Structural deviation of hydrogenated graphene and multi-layer graphene under high pressure

Abstract

Graphene, a layer of graphite, has marvelous properties that can enhance the performance of its composite materials. To broaden the capability of its applications, the adatoms are introduced onto graphene to create such distinguish property. Hydrogenated graphene is a hydrogen deposition on graphene forming sp3-hybridization between carbon and hydrogen atoms and deviating the structure of graphene. Partial hydrogenation induces the energy gap and the magnetization of graphene which opens the door to many applications, e.g. semiconducting and spintronic devices. The properties of hydrogenated graphene can be tuned by either plasma bombarding or thermal annealing to raise or reduce, respectively, the number of hydrogen atoms on a graphene surface. Therefore, the hydrogen concentration plays a central role in tunable properties and phase stability of hydrogenated graphene.
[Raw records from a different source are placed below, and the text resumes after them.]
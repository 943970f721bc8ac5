import limits from '../fixtures/check-values/session-limits-common-practice.json';
import { describe, expect, test } from 'vitest';
import { ABSOLUTE_TIMEOUT_MS, IDLE_TIMEOUT_MS, sessionIsFresh } from '@/lib/auth/session-config';

// Gatewell's session limits: 30 minutes idle, 12 hours in all (common practice, no source:
// session-limits-common-practice.json).
const now = Date.UTC(2026, 11, 1, 12);
const minutes = (n: number) => n * 60_000;

describe('session freshness', () => {
  test('the limits are 30 minutes idle and 12 hours absolute', () => {
    expect(IDLE_TIMEOUT_MS).toBe(minutes(limits.idleTimeout_minutes));
    expect(ABSOLUTE_TIMEOUT_MS).toBe(minutes(limits.absoluteTimeout_hours * 60));
  });

  test.each([
    ['just signed in', { issuedAt: now, lastSeenAt: now }, true],
    ['active 29 minutes ago', { issuedAt: now - minutes(60), lastSeenAt: now - minutes(29) }, true],
    ['idle for 30 minutes', { issuedAt: now - minutes(60), lastSeenAt: now - minutes(30) }, false],
    [
      'signed in 12 hours ago, active a minute ago',
      { issuedAt: now - minutes(720), lastSeenAt: now - minutes(1) },
      false,
    ],
    ['no user', { userId: undefined, issuedAt: now, lastSeenAt: now }, false],
  ])('%s → %s', (_name, times, fresh) => {
    expect(sessionIsFresh({ userId: 'u', sessionVersion: 1, ...times }, now)).toBe(fresh);
  });
});
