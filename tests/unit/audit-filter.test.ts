import { describe, expect, test } from 'vitest';
import { z } from 'zod';
import { auditFilterSchema, auditFilterSchemaFor, parseMoment } from '@/lib/validation/audit';

describe('moments typed into the audit filter', () => {
  test.each([
    ['2026-12-01', false, '2026-12-01T00:00:00.000Z'],
    ['2026-12-01', true, '2026-12-02T00:00:00.000Z'],
    ['2026-12-01T09:30', false, '2026-12-01T09:30:00.000Z'],
    ['2026-12-01T09:30', true, '2026-12-01T09:31:00.000Z'],
    ['2026-12-01T09:30:15', true, '2026-12-01T09:30:16.000Z'],
    ['2026-12-01T10:30+01:00', false, '2026-12-01T09:30:00.000Z'],
  ])('%s (as end: %s) is %s UTC', (text, asEnd, iso) => {
    expect(parseMoment(text, asEnd)?.toISOString()).toBe(iso);
  });

  // Zone rules from memory of the IANA tz database: Europe/Berlin is UTC+1 in winter and UTC+2 from the
  // last Sunday of March (29 March 2026, 02:00 → 03:00) to the last Sunday of October (25 October 2026,
  // 03:00 → 02:00); America/New_York is UTC−5 in December.
  test.each([
    ['2026-12-01T09:30', false, 'Europe/Berlin', '2026-12-01T08:30:00.000Z'],
    ['2026-07-01T09:30', false, 'Europe/Berlin', '2026-07-01T07:30:00.000Z'],
    ['2026-07-01', true, 'Europe/Berlin', '2026-07-01T22:00:00.000Z'],
    ['2026-12-01T09:30', true, 'America/New_York', '2026-12-01T14:31:00.000Z'],
    // 02:30 on 29 March does not exist in Berlin: read with the winter offset, it is 03:30 summer time.
    ['2026-03-29T02:30', false, 'Europe/Berlin', '2026-03-29T01:30:00.000Z'],
    // 02:30 on 25 October happens twice in Berlin: the earlier, summer-time one is taken.
    ['2026-10-25T02:30', false, 'Europe/Berlin', '2026-10-25T00:30:00.000Z'],
    // A time that names its offset ignores the zone.
    ['2026-12-01T10:30+01:00', false, 'America/New_York', '2026-12-01T09:30:00.000Z'],
  ])('%s (as end: %s) in %s is %s', (text, asEnd, zone, iso) => {
    expect(parseMoment(text, asEnd, zone)?.toISOString()).toBe(iso);
  });

  test.each(['yesterday', '2026-02-30', '2026-12-01T25:00', '01/12/2026'])('%s is refused', (text) => {
    expect(parseMoment(text, false)).toBeNull();
  });
});

describe('the audit filter schema', () => {
  const errorsOf = (input: unknown) => {
    const parsed = auditFilterSchema.safeParse(input);
    return parsed.success ? {} : z.flattenError(parsed.error).fieldErrors;
  };

  test('empty fields, repeated parameters and the page number are read as a browser sends them', () => {
    expect(
      auditFilterSchema.parse({ entityType: ['plate', 'user'], entityId: '', userId: '', page: '3' }),
    ).toEqual({ entityType: 'plate', page: 3 });
    expect(auditFilterSchema.parse({})).toEqual({ page: 1 });
  });

  test.each([
    [{ from: 'soon' }, { from: ['Use a date and time such as 2026-12-01T09:30 (UTC).'] }],
    [{ from: '2026-12-02', to: '2026-12-01' }, { to: ['The end of the range is before its start.'] }],
    [{ userId: 'ada' }, { userId: ['Choose a person from the list.'] }],
    [{ page: '0' }, { page: ['Pages are numbered from 1.'] }],
    [{ entityType: 'x'.repeat(65) }, { entityType: ['Kinds of object are at most 64 characters.'] }],
  ])('%o is refused with %o', (input, expected) => {
    expect(errorsOf(input)).toEqual(expected);
  });
});

describe('the audit filter in a configured zone', () => {
  test('its message names the zone, and plate, compound and kind of event are read as typed', () => {
    const schema = auditFilterSchemaFor('Europe/Berlin');
    const parsed = schema.safeParse({ from: 'soon' });
    expect(parsed.success ? {} : z.flattenError(parsed.error).fieldErrors).toEqual({
      from: ['Use a date and time such as 2026-12-01T09:30 (Europe/Berlin).'],
    });
    expect(schema.parse({ plate: ' NAV-P01 ', compound: 'GW-1', action: 'sign', page: '' })).toEqual({
      plate: 'NAV-P01',
      compound: 'GW-1',
      action: 'sign',
      page: 1,
    });
  });
});
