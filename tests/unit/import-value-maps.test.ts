import { describe, expect, test } from 'vitest';
import { headerFingerprint } from '@/lib/imports/fingerprint';
import { guessMapping } from '@/lib/imports/guess-mapping';
import { columnMappingDraftSchema, type ColumnMappingInput } from '@/lib/imports/mapping-schema';
import {
  findKeyValue,
  guessFactLocators,
  keyValuePairs,
  parseCellAddress,
  readPlateFacts,
} from '@/lib/imports/plate-facts';
import { guessRoleValue, valueKey, type RoleChoice } from '@/lib/imports/role-words';
import type { Cell, SheetData } from '@/lib/imports/spreadsheet-types';
import { validatePlateSheet } from '@/lib/imports/validate-plate-sheet';
import { matchTemplate, type TemplateSummary } from '@/lib/plates/templates';

describe('role words', () => {
  test.each<[string, RoleChoice | null]>([
    ['vehicle', 'vehicle'],
    ['VEHICLE', 'vehicle'],
    ['DMSO', 'vehicle'],
    ['dmso ', 'vehicle'],
    ['neg', 'vehicle'],
    ['Negative', 'vehicle'],
    ['ctrl-', 'vehicle'],
    ['Ctrl -', 'vehicle'],
    ['ctrl(-)', 'vehicle'],
    ['ctrl neg', 'vehicle'],
    ['CTRL_NEG', 'vehicle'],
    ['neg. ctrl', 'vehicle'],
    ['Negative control', 'vehicle'],
    ['blank', 'vehicle'],
    ['pos', 'reference'],
    ['POSITIVE', 'reference'],
    ['ctrl+', 'reference'],
    ['Ctrl +', 'reference'],
    ['ctrl(+)', 'reference'],
    ['ctrl pos', 'reference'],
    ['Ctrl-Pos', 'reference'],
    ['positive control', 'reference'],
    ['reference', 'reference'],
    ['Ref', 'reference'],
    ['test', 'test'],
    ['Sample', 'test'],
    ['cpd', 'test'],
    ['CMPD', 'test'],
    ['compound', 'test'],
    ['empty', 'empty'],
    ['None', 'empty'],
    ['ctrl', null],
    ['control', null],
    ['std', null],
    ['max', null],
    ['', null],
    ['  ', null],
  ])('%j → %s', (word, choice) => {
    expect(guessRoleValue(word)).toBe(choice);
  });

  test('value keys ignore case and spaces but keep the sign', () => {
    expect(valueKey(' Ctrl + ')).toBe('ctrl+');
    expect(valueKey('ctrl-')).not.toBe(valueKey('ctrl+'));
  });
});

// A small export in the file's own words: role words, a target name, a run-info sheet with the barcode.
const HEADERS = ['Pos', 'Sample ID', 'Dose (nM)', 'Assay', 'I pre (pA)', 'I post (pA)', 'Well type'];
const ROWS: Cell[][] = [
  ['Instrument run 17'],
  HEADERS,
  ['A01', 'GW-0001', 100, 'hNav1.7 peak', -2000, -1800, 'STD'],
  ['A02', 'GW-0001', 1000, 'hNav1.7 peak', -2000, -1000, 'STD'],
  ['A03', 'DMSO', 0, 'hNav1.7 peak', -2000, -1990, 'Ctrl -'],
  ['A04', 'TTX', 1000, 'hNav1.7 peak', -2000, -100, 'Ctrl +'],
  ['A05', null, null, 'hNav1.7 peak', null, null, 'unused'],
  ['A06', 'GW-0002', 300, 'hNav1.7 peak', -2100, -1500, 'std'],
];
const OPTIONS = { knownCompounds: ['GW-0001', 'GW-0002'], knownTargets: ['Nav1.7', 'Kv7.2'] };
const sheetOf = (rows: Cell[][], name = 'Data'): SheetData => ({ name, rows, decimalComma: false });
const mapped = (extra: ColumnMappingInput): ColumnMappingInput => ({
  ...guessMapping(sheetOf(ROWS)).mapping,
  ...extra,
});

describe('value maps applied to rows', () => {
  test('the guess finds the columns of the file', () => {
    const { mapping } = guessMapping(sheetOf(ROWS));
    expect(mapping.headerRow).toBe(2);
    expect(mapping.columns.role).toBe('Well type');
    expect(mapping.columns.target).toBe('Assay');
  });

  test('unmapped role words stop the whole file, naming each once', () => {
    const result = validatePlateSheet(sheetOf(ROWS), mapped({}), OPTIONS);
    expect(result.ok).toBe(false);
    expect(result.rows).toEqual([]);
    expect(result.issues.map((issue) => [issue.code, issue.message])).toEqual([
      [
        'unknown_role',
        'Sheet "Data", row 2, column G "Well type": the well-role column holds a word Gatewell cannot place: "STD"; on the mapping step assign each to negative control, positive control, test or empty.',
      ],
    ]);
  });

  test('mapped role words and target values give each well its role and the screen target', () => {
    const result = validatePlateSheet(
      sheetOf(ROWS),
      mapped({ roleValues: { std: 'test' }, targetValues: { 'hNav1.7 peak': 'Nav1.7' } }),
      OPTIONS,
    );
    expect(result.issues).toEqual([]);
    expect(result.ok).toBe(true);
    expect(result.emptyWells).toBe(1);
    expect(result.rows.map((row) => [row.values.well, row.values.role, row.values.target])).toEqual([
      ['A01', 'test', 'Nav1.7'],
      ['A02', 'test', 'Nav1.7'],
      ['A03', 'vehicle', 'Nav1.7'],
      ['A04', 'reference', 'Nav1.7'],
      ['A06', 'test', 'Nav1.7'],
    ]);
  });

  test('a role value mapped to empty is skipped; the map beats the guess', () => {
    const result = validatePlateSheet(
      sheetOf(ROWS),
      mapped({
        roleValues: { STD: 'test', 'ctrl +': 'empty' },
        targetValues: { 'hNav1.7 peak': 'Nav1.7' },
      }),
      OPTIONS,
    );
    expect(result.emptyWells).toBe(2);
    expect(result.rows.map((row) => row.values.well)).toEqual(['A01', 'A02', 'A03', 'A06']);
  });

  test('a screen alias maps the target without a value map; an unmapped target is reported per row', () => {
    const withAlias = validatePlateSheet(sheetOf(ROWS), mapped({ roleValues: { STD: 'test' } }), {
      ...OPTIONS,
      targetAliases: { 'HNAV1.7 PEAK': 'Nav1.7' },
    });
    expect(withAlias.ok).toBe(true);
    const without = validatePlateSheet(sheetOf(ROWS), mapped({ roleValues: { STD: 'test' } }), OPTIONS);
    expect(without.unknownTargets).toEqual([{ name: 'hNav1.7 peak', rows: [3, 4, 5, 6, 8] }]);
  });

  test('with no role column, named control compounds and concentration 0 give the controls', () => {
    const rows: Cell[][] = [
      ['Well', 'Compound', 'Conc (uM)', 'I control', 'I compound'],
      ['A01', 'GW-0001', 1, -2000, -1000],
      ['A02', 'BUF-7', 0, -2000, -1990],
      ['A03', 'TTX', 1, -2000, -50],
      ['A04', 'GW-0002', 0, -2000, -1995],
    ];
    const base = { ...guessMapping(sheetOf(rows)).mapping, fixedTarget: 'Nav1.7' };
    const roles = (extra: ColumnMappingInput) =>
      validatePlateSheet(sheetOf(rows), { ...base, ...extra }, OPTIONS).rows.map((r) => r.values.role);
    expect(roles({ controls: { negative: ['buf-7'], positive: ['TTX'], zeroConcentration: false } })).toEqual(
      ['test', 'vehicle', 'reference', 'test'],
    );
    expect(roles({ controls: { negative: [], positive: ['TTX'], zeroConcentration: true } })).toEqual([
      'test',
      'vehicle',
      'reference',
      'vehicle',
    ]);
  });

  test('a version 1 mapping still applies: its marker words become the value map and control compounds', () => {
    const v1 = {
      version: 1,
      columns: { role: 'Well type' },
      markers: { vehicle: ['VEH', 'BUFFER'], reference: ['REF', 'TTX'], test: ['TEST', 'STD'] },
    };
    const mapping = columnMappingDraftSchema.parse(v1);
    expect(mapping.version).toBe(2);
    expect(mapping.roleValues).toEqual({ BUFFER: 'vehicle', TTX: 'reference', STD: 'test' });
    expect(mapping.controls).toEqual({ negative: ['BUFFER'], positive: ['TTX'], zeroConcentration: false });
    expect('markers' in mapping).toBe(false);
  });
});

describe('plate facts outside the table', () => {
  const runInfo = sheetOf(
    [
      ['Run information'],
      [],
      ['Plate barcode: XYZ123'],
      ['Run date', null, '2026-11-30'],
      ['Cell line', 'HEK293-Nav1.7'],
      ['Temp.', '22 °C'],
      ['Operator:', 'R. Okafor'],
    ],
    'Run info',
  );

  test('key/value pairs: colon in one cell, or the next written cell', () => {
    expect(keyValuePairs(runInfo).map((p) => [p.row, p.key, p.value])).toEqual([
      [3, 'Plate barcode', 'XYZ123'],
      [4, 'Run date', '2026-11-30'],
      [5, 'Cell line', 'HEK293-Nav1.7'],
      [6, 'Temp.', '22 °C'],
      [7, 'Operator', 'R. Okafor'],
    ]);
    expect(findKeyValue([sheetOf(ROWS), runInfo], 'PLATE BARCODE')?.value).toBe('XYZ123');
    expect(findKeyValue([sheetOf(ROWS), runInfo], 'Plate barcode', 'Data')).toBeNull();
  });

  test('the guess finds barcode-like keys on other sheets and above the header, never in the table', () => {
    const data = sheetOf([['Barcode', 'PL-0042'], [], ...ROWS.slice(1)]);
    const onData = guessFactLocators([data], 'Data', 3);
    expect(onData.facts.barcode).toEqual({ kind: 'key', sheet: 'Data', key: 'Barcode' });
    expect(onData.found).toEqual({ barcode: 'PL-0042' });

    const both = guessFactLocators([sheetOf(ROWS), runInfo], 'Data', 2);
    expect(both.found).toEqual({
      barcode: 'XYZ123',
      runDate: '2026-11-30',
      cellLine: 'HEK293-Nav1.7',
      temperature: '22 °C',
      operator: 'R. Okafor',
    });
    // A table's rows are no key/value pairs: more than three cells written.
    const table = sheetOf(
      [
        ['Plate ID', 'Well', 'Compound', 'Conc'],
        ['P1', 'A01', 'GW-0001', 1],
      ],
      'Plates',
    );
    expect(guessFactLocators([table, sheetOf(ROWS)], 'Data', 2).found).toEqual({});
  });

  test('a cell address is read, a missing fact is a warning naming where Gatewell looked', () => {
    expect(parseCellAddress('B2')).toEqual({ row: 1, column: 1 });
    expect(parseCellAddress('$AA$10')).toEqual({ row: 9, column: 26 });
    expect(parseCellAddress('B0')).toBeNull();
    const mapping = columnMappingDraftSchema.parse({
      facts: {
        barcode: { kind: 'cell', sheet: 'Run info', address: 'c4' },
        operator: { kind: 'key', sheet: 'Run info', key: 'Analyst' },
      },
    });
    expect(readPlateFacts([runInfo], mapping)).toEqual({
      facts: { barcode: '2026-11-30' },
      warnings: ['The operator was not found beside the key "Analyst" on sheet "Run info".'],
    });
  });
});

describe('header fingerprints', () => {
  test('normalised header texts, blank headers dropped', () => {
    expect(headerFingerprint(['Pos', null, 'Sample ID', 'Dose (nM)'])).toBe('pos|sampleid|dosenm');
    expect(headerFingerprint(['Well'])).toBeNull();
  });

  test('a template is matched on the sheet that shows its fingerprint at its header row', () => {
    const mapping = columnMappingDraftSchema.parse({ headerRow: 2, wellSheet: 'Data' });
    const template: TemplateSummary = {
      id: 't1',
      name: 'Rig 4',
      mapping,
      fingerprint: 'pos|sampleiddosenm',
    };
    const right = { ...template, fingerprint: headerFingerprint(HEADERS) };
    const sheets = [sheetOf([['x']], 'Run info'), sheetOf(ROWS, 'Data')];
    expect(matchTemplate([template], sheets)).toBeNull();
    expect(matchTemplate([template, right], sheets)).toEqual({ template: right, sheet: 'Data' });
    expect(matchTemplate([right], [sheetOf(ROWS.slice(1), 'Data')])).toBeNull();
  });
});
In this thesis, we studied the phase stability and the phase transition pathway of hydrogenated single-layer graphene and hydrogenated bilayer graphene on theoretical and experimental bases. In the theoretical part, the formation energies of the hydrogenated graphenes with various hydrogen concentrations were obtained using density functional theory (DFT). The phase stabilities are portrayed by the convex hull which is based on the thermodynamic principle. Most of the phases in this study are not energetically favorable, while some of the phases can be stabilized by compressive strain. However, many of them are still dynamically stable. The vibrational analysis was performed to show the fingerprint of possible Raman and infrared (IR) spectrum for guiding the experiment. In the experimental part, the highly hydrogenated graphene was synthesized using laser-heating at high pressure. As a result, the hydrogenation could occur more when the sample was compressed at a higher pressure in the hydrogen environment presenting the hydrogenation pathway toward fully hydrogenated graphene. We also model the possible slippery of graphene from its substrate and show the possible hole-doping of hydrogenated graphene at high pressure.